Alberta Premier Dave Hancock called today’s decision “a step forward in accessing new markets for Canada’s energy resources.”
“We recognize there is still much work to be done with the Northern Gateway project and we look forward to the opportunities it presents for all Canadians,” Hancock said in an e-mailed statement.
Along with recommending approval of Northern Gateway in December, a regulatory panel imposed 209 conditions, which Chief Executive Officer Al Monaco said required Enbridge to recalculate the cost of the project. The Calgary-based company hasn’t provided a timeline for when the new estimates will be made public.
Under the regulator’s conditions, Enbridge must have liability coverage of C$950 million and lead research efforts on heavy-oil spills in marine and freshwater environments. Other conditions include building extra oil storage facilities at Kitimat and establishing an emergency-response plan with the ability to handle a spill of about 230,000 barrels, more than three times the legal requirement.
Aboriginal groups, including the Yinka Dene Alliance, have threatened legal action to stop the pipeline or delay its construction. Opponents fear an oil spill would destroy their fisheries and shellfish beds.
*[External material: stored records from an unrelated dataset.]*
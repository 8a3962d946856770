import { describe, expect, it } from "vitest";
import { buildLog } from "@/lib/build/build-log";
import { commonStep } from "@/lib/channels/common-step";
import { resolveChannel } from "@/lib/channels/resolve-channel";
import { codeOf, valueOfCode, valueScale } from "@/lib/tiles/value-scale";
import { makeLog, makeSeeder, straightTrack } from "@/tests/support/make-log";

/** Readings spread over all residues: record and row make other multiples of each step. */
function place(forceStepN: number, marginStepN: number) {
  // Five rows, so that the median of the other four may lie between two readings.
  const log = makeLog({
    rows: 5,
    records: straightTrack({ from: [0, 0], headingDeg: 0, records: 60 }),
    channels: [
      {
        id: "downforce",
        resolution: forceStepN,
        value: (record, row) => forceStepN * (10 + ((record * 7 + row * 3) % 11)),
      },
      { id: "margin", resolution: marginStepN, value: (record, row) => marginStepN * (1 + ((record * 5 + row) % 7)) },
    ],
  });
  const built = buildLog(log, makeSeeder({ rowCount: 5, rowUnitMassKg: 82 }));
  if (!built.ok) throw new Error(built.error.message);
  return built.value.placed;
}

/** The furthest that a tile's number is from the reading it stands for. */
function worstError(values: Float32Array, resolution: number | null): number {
  const scale = valueScale({ values, resolution });
  return values.reduce((worst, value) => {
    if (Number.isNaN(value)) return worst;
    return Math.max(worst, Math.abs(valueOfCode(codeOf(value, scale), scale) - value));
  }, 0);
}

describe("the steps of a derived channel", () => {
  for (const [forceStepN, marginStepN] of [
    [50, 100],
    [100, 50],
    [50, 30],
    [4.4482216, 10],
  ] as const) {
    it(`are no coarser than its readings, from steps of ${forceStepN} and ${marginStepN}`, () => {
      const placed = place(forceStepN, marginStepN);
      for (const id of ["resistance", "deviation:downforce", "deviation:resistance"]) {
        const channel = resolveChannel(placed, id)!;
        const finestN = Math.min(forceStepN, marginStepN);
        expect(channel.resolution!).toBeLessThanOrEqual(finestN);
        expect(worstError(channel.values, channel.resolution)).toBeLessThanOrEqual(channel.resolution! / 2 + 1e-3);
      }
    });
  }

  it("decode to the very reading where the inputs share a step", () => {
    const channel = resolveChannel(place(50, 100), "resistance")!;
    expect(channel.resolution).toBe(50);
    expect(worstError(channel.values, channel.resolution)).toBeLessThan(1e-3);
    const deviation = resolveChannel(place(50, 100), "deviation:downforce")!;
    expect(worstError(deviation.values, deviation.resolution)).toBeLessThan(1e-3);
    const uneven = resolveChannel(place(50, 30), "resistance")!;
    expect(uneven.resolution).toBe(10);
    expect(worstError(uneven.values, uneven.resolution)).toBeLessThan(1e-3);
  });
});

describe("commonStep", () => {
  it("is the greatest common divisor (hand-worked)", () => {
    expect(commonStep(50, 100)).toBe(50);
    expect(commonStep(30, 50)).toBe(10);
    expect(commonStep(0.1, 0.25)).toBeCloseTo(0.05, 12);
    expect(commonStep(1, 5)).toBe(1);
  });

  it("takes a channel that never changes for no channel", () => {
    expect(commonStep(null, 5)).toBe(5);
    expect(commonStep(5, null)).toBe(5);
    expect(commonStep(null, null)).toBeNull();
  });

  it("does not run away where two steps share none", () => {
    expect(commonStep(1, Math.PI)).toBeGreaterThanOrEqual(1 / 64);
    expect(commonStep(1, 5.000001)).toBe(1);
  });
});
Some environmental and aboriginal groups have already filed lawsuits in federal courts seeking review of the regulator’s recommendations.
Harper’s government has introduced regulatory changes, added safety regimes for pipelines and marine-oil tankers and stepped up engagement with aboriginals in an effort to bolster public support for the development of energy infrastructure.
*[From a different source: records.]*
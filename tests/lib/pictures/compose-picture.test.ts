import { DOMParser } from "@xmldom/xmldom";
import { describe, expect, it } from "vitest";
import { classLabels } from "@/lib/pictures/class-labels";
import { composePicture } from "@/lib/pictures/compose-picture";
import { drawNorth } from "@/lib/pictures/draw-north";
import { pictureFileName, pictureTitle, sourceLine } from "@/lib/pictures/picture-words";
import { escapeXml, estimateWidthPx, wrapWords } from "@/lib/pictures/svg-text";

const NEWTON = { symbol: "N", factor: 1, decimals: 0 };
const BODY = { svg: '<rect width="600" height="300" fill="#123456"/>', widthPx: 600, heightPx: 300 };

function compose(change: Partial<Parameters<typeof composePicture>[0]> = {}) {
  return composePicture({
    title: "East quarter: Margin, N",
    subtitle: "Pass 12, unrolled.",
    source: "Larkspur Flats · East quarter · log 1 of 14 October 2026 · as logged",
    body: BODY,
    legend: classLabels([180, 490, 890], NEWTON).map((label, index) => ({ colour: `#00000${index}`, label })),
    fontCss: "",
    ...change,
  });
}

/** Strict: a picture that is not XML throws here. */
function parse(svg: string) {
  const faults: string[] = [];
  const parser = new DOMParser({
    onError: (level, message) => void (level === "warning" || faults.push(`${level}: ${message}`)),
  });
  const document = parser.parseFromString(svg, "image/svg+xml");
  expect(faults).toEqual([]);
  return document;
}

describe("a picture", () => {
  it("carries title with unit, what is shown, every class in numbers, and its source", () => {
    const document = parse(compose().svg);
    const texts = Array.from(document.getElementsByTagName("text"), (text) => text.textContent);
    expect(texts).toEqual([
      "East quarter: Margin, N",
      "Pass 12, unrolled.",
      "under 180\u202fN",
      "180 to 490\u202fN",
      "490 to 890\u202fN",
      "890\u202fN and more",
      "Larkspur Flats · East quarter · log 1 of 14 October 2026 · as logged",
    ]);
    expect(document.documentElement?.getAttribute("width")).toBe("648");
  });

  it("stays XML whatever a field is called", () => {
    const name = `<North> & "South" 'of' ]]> \u0007 road`;
    const document = parse(compose({ title: name }).svg);
    expect(document.getElementsByTagName("title")[0]?.textContent).toBe(`<North> & "South" 'of' ]]> \ufffd road`);
    expect(escapeXml("a<b")).toBe("a&lt;b");
  });

  it("wraps words and legend on a phone's width, nothing past the edge", () => {
    const narrow = { ...BODY, widthPx: 358 };
    const source = "Larkspur Flats · East quarter · log of a very long name indeed · as logged · picture made today";
    const document = parse(compose({ body: narrow, source }).svg);
    const edge = 358 + 24;
    for (const text of Array.from(document.getElementsByTagName("text"))) {
      const x = Number(text.getAttribute("x"));
      expect(x + estimateWidthPx(text.textContent ?? "", Number(text.getAttribute("font-size")))).toBeLessThan(
        edge + 25,
      );
    }
    const rows = new Set(
      Array.from(
        document.getElementsByTagName("rect"),
        (rect) => rect.getAttribute("stroke") && rect.getAttribute("y"),
      ),
    );
    expect(rows.size).toBeGreaterThan(2);
  });

  it("is tall enough for everything in it", () => {
    const { svg, heightPx } = compose();
    const document = parse(svg);
    const last = Array.from(document.getElementsByTagName("text")).at(-1);
    expect(Number(last?.getAttribute("y"))).toBeLessThan(heightPx);
    expect(heightPx).toBeGreaterThan(300);
  });

  it("hatches what was not logged, and points nowhere outside the file", () => {
    const { svg } = compose({ legend: [{ colour: null, label: "nothing logged" }] });
    expect(svg).toContain('fill="url(#hatch)"');
    expect(svg.replace('xmlns="http://www.w3.org/2000/svg"', "")).not.toMatch(/https?:/);
  });

  it("shows north inside the map", () => {
    const box = parse(`<svg xmlns="http://www.w3.org/2000/svg">${drawNorth()}</svg>`);
    const y = Number(box.getElementsByTagName("rect")[0]?.getAttribute("y"));
    expect(y).toBeGreaterThan(0);
    expect(y).toBeLessThan(300);
  });
});

describe("the classes in words", () => {
  it("are in the person's unit, with decimals that tell the edges apart", () => {
    // 1 lbf = 4.4482216152605 N (NIST SP 811).
    expect(classLabels([444.82216152605], { symbol: "lbf", factor: 4.4482216152605, decimals: 0 })).toEqual([
      "under 100\u202flbf",
      "100\u202flbf and more",
    ]);
    expect(classLabels([0.021, 0.024], { symbol: "", factor: 1, decimals: 2 })).toEqual([
      "under 0.021",
      "0.021 to 0.024",
      "0.024 and more",
    ]);
    expect(classLabels([], NEWTON)).toEqual(["all readings"]);
  });
});

describe("the words of a picture", () => {
  const source = { field: "East quarter", farm: "Larkspur Flats", log: "Day 1", loggedOn: "", cleaning: "as logged" };

  it("name field, log, cleaning and date, and leave out what is not known", () => {
    expect(sourceLine(source, "1 December 2026")).toBe(
      "Larkspur Flats · East quarter · log Day 1 · as logged · picture made 1 December 2026 · Coulterbook",
    );
    expect(sourceLine({ ...source, farm: null, loggedOn: "14 October 2026" }, "today", "Tiles by the county")).toBe(
      "East quarter · log Day 1 of 14 October 2026 · as logged · picture made today · Coulterbook · Tiles by the county",
    );
    expect(pictureTitle({ title: "Contact", unit: "", subtitle: "" })).toBe("Contact");
  });

  it("make file names that every system takes", () => {
    expect(pictureFileName("Östliche Ecke", "log/1", "Margin, N")).toBe("ostliche-ecke-log-1-margin-n");
    expect(pictureFileName("***")).toBe("picture");
    expect(pictureFileName("a".repeat(300)).length).toBe(100);
  });

  it("break between words only", () => {
    expect(wrapWords("one two three", 40, 10)).toEqual(["one two", "three"]);
    expect(wrapWords("unbreakable", 10, 10)).toEqual(["unbreakable"]);
  });
});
Only a minority of British Columbians wanted Harper’s government to approve the project. Thirty-four percent of residents said they want it blocked, while 33 percent want it delayed for further review, according to a Bloomberg-Nanos poll published on June 3. Twenty-nine percent say they wanted Northern Gateway approved, according to the poll.
The poll also showed fears of an oil spill are top of mind. Thirty-six percent of respondents said the idea that the pipeline might lead to a spill best represented their view. Next was the perspective that the project will create jobs in the province, at 25 percent. Only 15 percent said the idea that the pipeline will contribute to climate change best represented their viewpoint.
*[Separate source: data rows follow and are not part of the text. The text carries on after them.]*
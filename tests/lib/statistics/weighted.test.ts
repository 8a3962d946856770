import fc from "fast-check";
import { describe, expect, it } from "vitest";
import { quantileType7, sortFinite } from "@/lib/statistics/quantile";
import { selectQuantiles } from "@/lib/statistics/select-quantiles";
import { weightedMean } from "@/lib/statistics/weighted-mean";
import { weightedMoments } from "@/lib/statistics/weighted-moments";
import { weightedQuantile, weightedQuantileLower } from "@/lib/statistics/weighted-quantile";
import { weightedSd } from "@/lib/statistics/weighted-sd";
import { LEVELS, S10 } from "./samples";

const WEIGHTS = [1, 2, 1, 0.5, 3, 1, 2, 1, 0.25, 1.5];

describe("weighted statistics of s10", () => {
  it("mean agrees with R 4.2.2 weighted.mean", () => {
    expect(weightedMean(S10, WEIGHTS)).toBeCloseTo(3.82452830189, 10);
  });

  it("midpoint quantiles agree with numpy interp over (cum w - w / 2) / W", () => {
    const expected = [1.9325, 2.065, 2.825, 3.65, 4.391666667, 4.9775, 7.976666667];
    LEVELS.forEach((p, k) => expect(weightedQuantile(S10, WEIGHTS, p)).toBeCloseTo(expected[k]!, 8));
  });

  it("step quantiles are the smallest value whose cumulative weight reaches p (R 4.2.2)", () => {
    const expected = [1.9, 2.1, 2.7, 3.4, 4.4, 5.0, 8.8];
    LEVELS.forEach((p, k) => expect(weightedQuantileLower(S10, WEIGHTS, p)).toBe(expected[k]));
  });

  it("sd keeps its digits at a large offset (hand-worked: 1, 2, 3 with weights 1, 2, 1 has sd sqrt(0.5))", () => {
    expect(weightedSd([1, 2, 3], [1, 2, 1])).toBeCloseTo(Math.SQRT1_2, 12);
    expect(weightedSd([1e9 + 1, 1e9 + 2, 1e9 + 3], [1, 2, 1])).toBeCloseTo(Math.SQRT1_2, 6);
  });

  it("leaves out NaN and readings without weight", () => {
    expect(weightedMean([1, NaN, 5], [1, 1, 0])).toBe(1);
    expect(weightedMean([], [])).toBeNaN();
    expect(weightedQuantile([NaN], [1], 0.5)).toBeNaN();
  });
});

const readings = fc.array(
  fc.record({
    value: fc.oneof(fc.float({ min: -2000, max: 2000, noNaN: true }), fc.integer({ min: 0, max: 5 }), fc.constant(NaN)),
    weight: fc.float({ min: 0, max: 3, noNaN: true }),
  }),
  { minLength: 1, maxLength: 400 },
);

describe("selectQuantiles", () => {
  it("gives what a full sort gives, on any readings", () => {
    fc.assert(
      fc.property(readings, (list) => {
        const values = Float32Array.from(list, (one) => one.value);
        const weights = Float32Array.from(list, (one) => one.weight);
        const found = selectQuantiles(values, weights, LEVELS);
        LEVELS.forEach((p, k) => {
          const sorted = weightedQuantile(Array.from(values), Array.from(weights), p);
          if (Number.isNaN(sorted)) expect(found.quantiles[k]).toBeNaN();
          else expect(found.quantiles[k]).toBeCloseTo(sorted, 3);
        });
      }),
      { seed: 7, numRuns: 300 },
    );
  });

  it("needs no sort for a log's rounded readings, and gives what a full sort gives", () => {
    const rounded = fc.record({
      step: fc.constantFrom(1, 10, 0.1, 4.4482216152605, 0.001),
      list: fc.array(
        fc.record({ steps: fc.integer({ min: -60, max: 60 }), weight: fc.double({ min: 0, max: 2, noNaN: true }) }),
        {
          minLength: 1,
          maxLength: 300,
        },
      ),
    });
    fc.assert(
      fc.property(rounded, ({ step, list }) => {
        const values = Float32Array.from(list, (one) => one.steps * step);
        const weights = Float32Array.from(list, (one) => one.weight);
        const found = selectQuantiles(values, weights, LEVELS);
        LEVELS.forEach((p, k) => {
          const sorted = weightedQuantile(Array.from(values), Array.from(weights), p);
          if (Number.isNaN(sorted)) expect(found.quantiles[k]).toBeNaN();
          else expect(Math.abs(found.quantiles[k]! - sorted)).toBeLessThan(1e-6 * step);
        });
      }),
      { seed: 11, numRuns: 300 },
    );
  });

  it("is the plain median where all weights are equal", () => {
    const values = Float32Array.from({ length: 4001 }, (_, i) => Math.fround(Math.sin(i * 12.9898) * 43758.5453) % 500);
    const found = selectQuantiles(values, new Float32Array(4001).fill(0.5), [0.5]);
    expect(found.quantiles[0]).toBeCloseTo(quantileType7(sortFinite(values), 0.5), 6);
  });
});

describe("weightedMoments", () => {
  it("gives the very numbers of weightedMean and weightedSd, on any readings", () => {
    fc.assert(
      fc.property(readings, (list) => {
        const values = Float32Array.from(list, (one) => one.value);
        const weights = Float32Array.from(list, (one) => one.weight);
        const { mean, sd } = weightedMoments(values, weights);
        expect(mean).toBe(weightedMean(values, weights));
        expect(sd).toBe(weightedSd(values, weights));
      }),
      { seed: 13, numRuns: 300 },
    );
  });
});
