import { describe, expect, it } from "vitest";
import { huberLocation } from "@/lib/statistics/huber-location";
import { median } from "@/lib/statistics/median";
import { MAD_TO_SD, medianAbsoluteDeviation, robustSpread } from "@/lib/statistics/median-absolute-deviation";
import { naturalBreaks } from "@/lib/statistics/natural-breaks";
import { quantileType6, quantileType7, sortFinite } from "@/lib/statistics/quantile";
import { trimmedMean } from "@/lib/statistics/trimmed-mean";
import { H7, LEVELS, OATS, S10 } from "./samples";

// R 4.2.2 quantile(x, p, type = 6 | 7)
describe("quantiles", () => {
  it.each([
    ["s10", S10, quantileType6, [1.9, 1.92, 2.55, 3.75, 5.95, 9.61, 9.7]],
    ["s10", S10, quantileType7, [1.99, 2.08, 2.85, 3.75, 4.85, 8.89, 9.295]],
    ["oats", OATS, quantileType6, [61.65, 65.2, 86, 102.5, 121.75, 140.7, 156.35]],
    ["oats", OATS, quantileType7, [62.55, 68.2, 86, 102.5, 121.25, 139.3, 152.15]],
    ["h7", H7, quantileType6, [3, 3, 7, 9, 15, 21, 21]],
    ["h7", H7, quantileType7, [4.2, 5.4, 8, 9, 13.5, 17.4, 19.2]],
  ])("of %s", (_, sample, quantile, expected) => {
    const sorted = sortFinite(sample);
    LEVELS.forEach((p, k) => expect(quantile(sorted, p)).toBeCloseTo(expected[k]!, 9));
  });
});

describe("robust location and spread", () => {
  // R 4.2.2 mad(x), constant = 1 and 1.4826
  it.each([
    [S10, 1.15, 1.70499],
    [OATS, 18.5, 27.4281],
    [H7, 3, 4.4478],
  ])("MAD", (sample, raw, scaled) => {
    expect(medianAbsoluteDeviation(sample)).toBeCloseTo(raw, 9);
    expect(MAD_TO_SD * medianAbsoluteDeviation(sample)).toBeCloseTo(scaled, 9);
  });

  it("Huber's location agrees with R 4.2.2 MASS::huber, k 1.5", () => {
    expect(huberLocation(S10)).toBeCloseTo(4.00187060521, 5);
    expect(huberLocation(OATS)).toBeCloseTo(103.082556564, 5);
  });

  it("trimmed means agree with R 4.2.2 mean(x, trim)", () => {
    expect(trimmedMean(S10, 0.1)).toBeCloseTo(4.225, 9);
    expect(trimmedMean(S10, 0.2)).toBeCloseTo(3.81666667, 8);
    expect(trimmedMean(OATS, 0.1)).toBeCloseTo(103.0517241, 7);
    expect(trimmedMean(OATS, 0.2)).toBeCloseTo(103.3863636, 7);
  });

  it("falls back where more than half the values are equal, and gives up where all are (hand-worked)", () => {
    expect(robustSpread([5, 5, 5, 5, 9])).toBeCloseTo(1.2533 * 0.8, 9);
    expect(robustSpread([5, 5, 5])).toBeNull();
  });

  it("leaves NaN out, and has no median of nothing", () => {
    expect(median([NaN, 3, 1])).toBe(2);
    expect(median([])).toBeNaN();
  });
});

describe("naturalBreaks", () => {
  // R 4.2.2 classInt 0.4-9 classIntervals(x, k, "fisher"): group sizes and within sum of squares
  it.each([
    [OATS, [26, 33, 13], 9107.109557],
    [OATS, [13, 27, 24, 8], 4192.206553],
    [OATS, [13, 14, 17, 20, 8], 2780.540789],
  ])("oats", (sample, sizes, within) => {
    const found = naturalBreaks(sample, sizes.length);
    expect(found?.sizes).toEqual(sizes);
    expect(found?.withinSumOfSquares).toBeCloseTo(within, 5);
  });

  it("s10 and the fractions agree with classInt", () => {
    expect(naturalBreaks(S10, 2)?.withinSumOfSquares).toBeCloseTo(8.88375, 8);
    expect(naturalBreaks(S10, 3)?.withinSumOfSquares).toBeCloseTo(2.673, 8);
    const v = Array.from({ length: 60 }, (_, i) => {
      const product = 0.6180339887498949 * (i + 1);
      return Number((100 * (product - Math.floor(product)) ** 2).toFixed(3));
    });
    expect(v.reduce((sum, value) => sum + value, 0)).toBeCloseTo(1996.452, 6);
    expect(naturalBreaks(v, 3)?.sizes).toEqual([30, 16, 14]);
    expect(naturalBreaks(v, 3)?.withinSumOfSquares).toBeCloseTo(5083.733165, 5);
    expect(naturalBreaks(v, 5)?.sizes).toEqual([21, 12, 11, 9, 7]);
  });
});
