import fc from "fast-check";
import { describe, expect, it } from "vitest";
import { buildLog } from "@/lib/build/build-log";
import { resolveChannel } from "@/lib/channels/resolve-channel";
import { rowDistances } from "@/lib/rows/row-distances";
import { middleReadings } from "@/lib/statistics/middle-readings";
import { rowFigures, type RowFigures } from "@/lib/statistics/row-figures";
import { mapRowTallies } from "@/lib/statistics/tally-rows";
import { makeLog, makeSeeder, straightTrack } from "@/tests/support/make-log";

const ROWS = 11;
const RECORDS = 90;
const machine = { ...makeSeeder(), rowCount: ROWS, targetMarginN: 300, marginDeadbandN: 20, maxDownforceN: 1200 };

/** Single precision blurs such steps by some millionths. Readings in steps of the log's own rounding, some missing, some far off. */
const readings = fc.record({
  step: fc.constantFrom(1, 0.5, 10, 4.4482216152605),
  cells: fc.array(
    fc.oneof(
      { weight: 8, arbitrary: fc.integer({ min: -20, max: 90 }) },
      { weight: 1, arbitrary: fc.constant(NaN) },
      { weight: 1, arbitrary: fc.integer({ min: -400, max: 900 }) },
    ),
    { minLength: ROWS * RECORDS, maxLength: ROWS * RECORDS },
  ),
});

interface Both {
  /** Rows that have a tally. */
  tallied: number;
  tally: RowFigures[];
  series: RowFigures[];
}

function figures(id: "margin" | "downforce", step: number, cells: readonly number[]): Both {
  const made = makeLog({
    rows: ROWS,
    records: straightTrack({ from: [0, 0], headingDeg: 20, records: RECORDS }),
    channels: [{ id, value: (record, row) => Math.fround(cells[record * ROWS + row - 1]! * step) }],
  });
  const built = buildLog(made, machine);
  if (!built.ok) throw new Error(built.error.message);
  const { placed } = built.value;
  const channel = resolveChannel(placed, id)!;
  const distances = rowDistances(placed);
  const middles = middleReadings(channel.values, channel.rows);
  const stepped = { ...channel, resolution: step };
  return {
    tallied: mapRowTallies(placed, stepped, { distances, middles }, () => null)?.length ?? 0,
    tally: rowFigures(placed, stepped, { distances, middles }),
    // Without a step there is no tally.
    series: rowFigures(placed, { ...channel, resolution: null }, { distances, middles }),
  };
}

function expectAlike(tally: RowFigures, series: RowFigures): void {
  for (const [name, value] of Object.entries(series)) {
    const found = tally[name as keyof RowFigures];
    const pairs = Array.isArray(value) ? value.map((one, k) => [(found as number[])[k], one]) : [[found, value]];
    for (const [ours, theirs] of pairs) {
      if (theirs === null || Number.isNaN(theirs)) expect(ours, name).toEqual(theirs);
      else expect(ours, name).toBeCloseTo(theirs as number, 4);
    }
  }
}

describe("rowFigures", () => {
  it.each(["margin", "downforce"] as const)("tells the same of %s from tallies as from the series", (id) => {
    fc.assert(
      fc.property(readings, ({ step, cells }) => {
        const { tallied, tally, series } = figures(id, step, cells);
        expect(tallied).toBe(ROWS);
        series.forEach((one, row) => expectAlike(tally[row]!, one));
      }),
      { seed: 3, numRuns: 60, endOnFailure: true },
    );
  });

  it("has no tally of readings that are no multiples of the resolution", () => {
    const cells = Array.from({ length: ROWS * RECORDS }, (_, i) => ((i * 37) % 100) / 7);
    const { tallied, tally, series } = figures("margin", 1, cells);
    expect(tallied).toBe(0);
    expect(tally).toEqual(series);
  });
});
Forty-seven percent of respondents said they’d be less likely to vote for Harper’s Conservative Party if the government approves the project, including 19 percent of those who said they supported Harper in the 2011 elections.
Enbridge’s C$500 million of 4.57 percent notes due March 2044 yielded 159 basis points more than Canadian government benchmarks yesterday. The premium has widened three basis points in the past week, according to Bloomberg composite prices. Over the same period average spreads on the Bank of America Merrill Lynch Canada Corporate Index narrowed 1 basis point.
British Columbia Premier Christy Clark’s five conditions for backing the project include being financially compensated for accepting the risks associated with spills. In November, British Columbia and Alberta signed a framework deal that sets the ground rules for development of pipeline projects in the nation’s westernmost province.
Northern Gateway is one of C$36 billion worth of commercially secured projects that Enbridge, Canada’s largest pipeline company, is developing through 2017, including reversing an oil pipeline to carry crude to refineries in Quebec. The company expects earnings per share to grow 10 percent to 12 percent through 2017.
While crude producers say pipelines would ease transportation bottlenecks that have suppressed the price of Canadian heavy oil, efforts to build energy infrastructure have run into opposition both at home and in the U.S.
President Barack Obama said in April he was delaying a decision on the Keystone project because of a court battle in Nebraska, extending a review now in its sixth year.